The Update Center is an admin-only, informational feature that checks GitHub Releases and reports whether a newer hxEASM version is available.

It does not update the application automatically. It does not execute shell commands, access the Docker socket, run git pull, or modify local files.

Configuration

Runtime configuration lives in backend/configs/config.yaml under updates:

updates:
  enabled: true
  github_owner: ""
  github_repo: ""
  github_token: ""
  check_interval_minutes: 360
  current_version: ""
  allow_prereleases: false

Fields:

Field Purpose
enabled Enables or disables release checks
github_owner GitHub repository owner or organization
github_repo GitHub repository name
github_token Optional GitHub token for private repositories; prefer EASM_UPDATES_GITHUB_TOKEN
check_interval_minutes Cache TTL for background/status checks
current_version Optional override; leave empty to use app.version
allow_prereleases Allows prerelease versions to be considered when supported

If github_owner or github_repo are empty, update checking is disabled gracefully and the UI shows a disabled/check-failed state instead of affecting app startup.

Private Repositories

For private GitHub repositories, configure a fine-grained GitHub token with read-only access to repository metadata/releases. Prefer an environment variable so the token is not committed:

EASM_UPDATES_GITHUB_TOKEN=github_pat_...

Because config keys map to EASM_ environment variables, this overrides:

updates:
  github_token: ""

You can also place github_token in a private, uncommitted runtime config file, but do not commit tokens to the repository. The backend uses this token only for the GitHub API request and never returns it through /api/v1/admin/updates/* or the frontend UI.

Current Version

The backend exposes the current version through the existing version endpoint and uses it for update comparison. In normal deployments, set only app.version; leave updates.current_version empty.
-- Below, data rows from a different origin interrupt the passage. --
/// The files to read for one PATH (see the module docs).
fn sources(path: &Path, table: Table) -> Result<Vec<Source>, ReportError> {
    let meta = std::fs::metadata(path).map_err(io_err(path))?;
    if meta.is_file() {
        return Ok(vec![if is_parquet(path) { Source::Parquet(path.into()) } else { Source::Ndjson(path.into()) }]);
    }
    let sub = path.join(table.name());
    if sub.is_dir() {
        return sources(&sub, table);
    }
    let prefix = format!("{}-", table.name());
    let mut ndjson: Vec<PathBuf> = Vec::new();
    for e in std::fs::read_dir(path).map_err(io_err(path))? {
        let e = e.map_err(io_err(path))?;
        let name = e.file_name().to_string_lossy().into_owned();
        if name.starts_with(&prefix) && name.ends_with(".ndjson") && e.file_type().map_err(io_err(path))?.is_file() {
            ndjson.push(e.path());
        }
    }
    ndjson.sort();
    let mut parquet = Vec::new();
    parquet_files(path, &mut parquet)?;
    if ndjson.is_empty() && parquet.is_empty() {
        return Err(ReportError::NoInput(format!(
            "{}: no {prefix}*.ndjson files and no *.parquet files (files ending in .partial are still being written \
             and are not read)",
            path.display()
        )));
    }
    Ok(ndjson.into_iter().map(Source::Ndjson).chain(parquet.into_iter().map(Source::Parquet)).collect())
}

/// Calls `f` with every non-empty line of an NDJSON file and its number.
fn for_lines(path: &Path, mut f: impl FnMut(u64, &str) -> Result<(), String>) -> Result<(), ReportError> {
    let file = File::open(path).map_err(io_err(path))?;
    let mut r = BufReader::with_capacity(1 << 20, file);
    let mut line = String::new();
    let mut n = 0u64;
    loop {
        line.clear();
        if r.read_line(&mut line).map_err(io_err(path))? == 0 {
            return Ok(());
        }
        n += 1;
        let text = line.trim();
        if text.is_empty() {
            continue;
        }
        f(n, text).map_err(|detail| ReportError::Row { path: path.display().to_string(), row: n, detail })?;
    }
}

fn pq_err(path: &Path) -> impl Fn(parquet::errors::ParquetError) -> ReportError + '_ {
    move |e| ReportError::Parquet { path: path.display().to_string(), detail: e.to_string() }
}

/// Calls `f` with every record batch of a Parquet file, reading only
/// `columns`.
fn for_batches(
    path: &Path,
    table: Table,
    columns: &[&str],
    mut f: impl FnMut(&RecordBatch, u64) -> Result<(), ReportError>,
) -> Result<(), ReportError> {
    let file = File::open(path).map_err(io_err(path))?;
    let builder = ParquetRecordBatchReaderBuilder::try_new(file).map_err(pq_err(path))?;
    let names: HashSet<String> = builder.schema().fields().iter().map(|f| f.name().clone()).collect();
    for c in columns {
        if !names.contains(*c) {
            return Err(ReportError::Parquet {
                path: path.display().to_string(),
                detail: format!("no column {c:?}: not a file of the {} table", table.name()),
            });
        }
    }
    let mask = ProjectionMask::columns(builder.parquet_schema(), columns.iter().copied());
    let reader = builder.with_projection(mask).build().map_err(pq_err(path))?;
    let mut first_row = 1u64;
    for b in reader {
        let b = b.map_err(|e| ReportError::Parquet { path: path.display().to_string(), detail: e.to_string() })?;
        f(&b, first_row)?;
        first_row += b.num_rows() as u64;
    }
    Ok(())
}

fn column<'a, T: 'static>(b: &'a RecordBatch, name: &str, path: &Path) -> Result<&'a T, ReportError> {
    b.column_by_name(name).and_then(|c| c.as_any().downcast_ref::<T>()).ok_or_else(|| ReportError::Parquet {
        path: path.display().to_string(),
        detail: format!("column {name:?} is missing or of another type than the contract's"),
    })
}

fn opt_str(a: &StringArray, i: usize) -> Option<String> {
    (!a.is_null(i)).then(|| a.value(i).to_string())
}

const CREDIT_COLUMNS: [&str; 11] = [
    "conversion_id",
    "model",
    "model_version",
    "goal",
    "channel",
    "campaign",
    "position",
    "conversion_timestamp",
    "credit",
    "credited_value",
    "currency",
];

fn read_credit_parquet(path: &Path, out: &mut Vec<CreditRecord>) -> Result<(), ReportError> {
    for_batches(path, Table::Credit, &CREDIT_COLUMNS, |b, first_row| {
        let conv = column::<StringArray>(b, "conversion_id", path)?;
        let model = column::<StringArray>(b, "model", path)?;
        let version = column::<StringArray>(b, "model_version", path)?;
        let goal = column::<StringArray>(b, "goal", path)?;
        let channel = column::<StringArray>(b, "channel", path)?;
        let campaign = column::<StringArray>(b, "campaign", path)?;
        let position = column::<Int32Array>(b, "position", path)?;
        let ts = column::<TimestampMillisecondArray>(b, "conversion_timestamp", path)?;
        let credit = column::<Float64Array>(b, "credit", path)?;
        let value = column::<Float64Array>(b, "credited_value", path)?;
        let currency = column::<StringArray>(b, "currency", path)?;
        for i in 0..b.num_rows() {
            let row = first_row + i as u64;
            let bad = |detail: String| ReportError::Row { path: path.display().to_string(), row, detail };
            if conv.is_null(i) || model.is_null(i) || channel.is_null(i) || ts.is_null(i) || credit.is_null(i) {
                return Err(bad("a required field is null".into()));
            }
            let rec = CreditRecord {
                conversion_id: conv.value(i).to_string(),
                model: model.value(i).to_string(),
                model_version: opt_str(version, i),
                goal: opt_str(goal, i).unwrap_or_else(|| "conversion".into()),
                channel: channel.value(i).to_string(),
                campaign: opt_str(campaign, i),
                position: u32::try_from(position.value(i)).map_err(|_| bad("negative position".into()))?,
                conversion_ms: ts.value(i),
                credit: credit.value(i),
                credited_value: (!value.is_null(i)).then(|| value.value(i)),
                currency: opt_str(currency, i),
            };
            rec.check().map_err(bad)?;
            out.push(rec);
        }
        Ok(())
    })
}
Current version is selected in this order:

  1. Go build-time value, if supplied with ldflags such as -X main.version=v0.1.5.
  2. updates.current_version, if explicitly configured.
  3. app.version from config.

For normal releases, leave updates.current_version empty and update only app.version.

GitHub Release Check

The backend calls:

GET https://api.github.com/repos/{owner}/{repo}/releases/latest

It parses:

  • tag_name
  • name
  • body
  • html_url
  • published_at
  • prerelease
  • draft

Draft releases are ignored. Prereleases are ignored unless allowed by configuration.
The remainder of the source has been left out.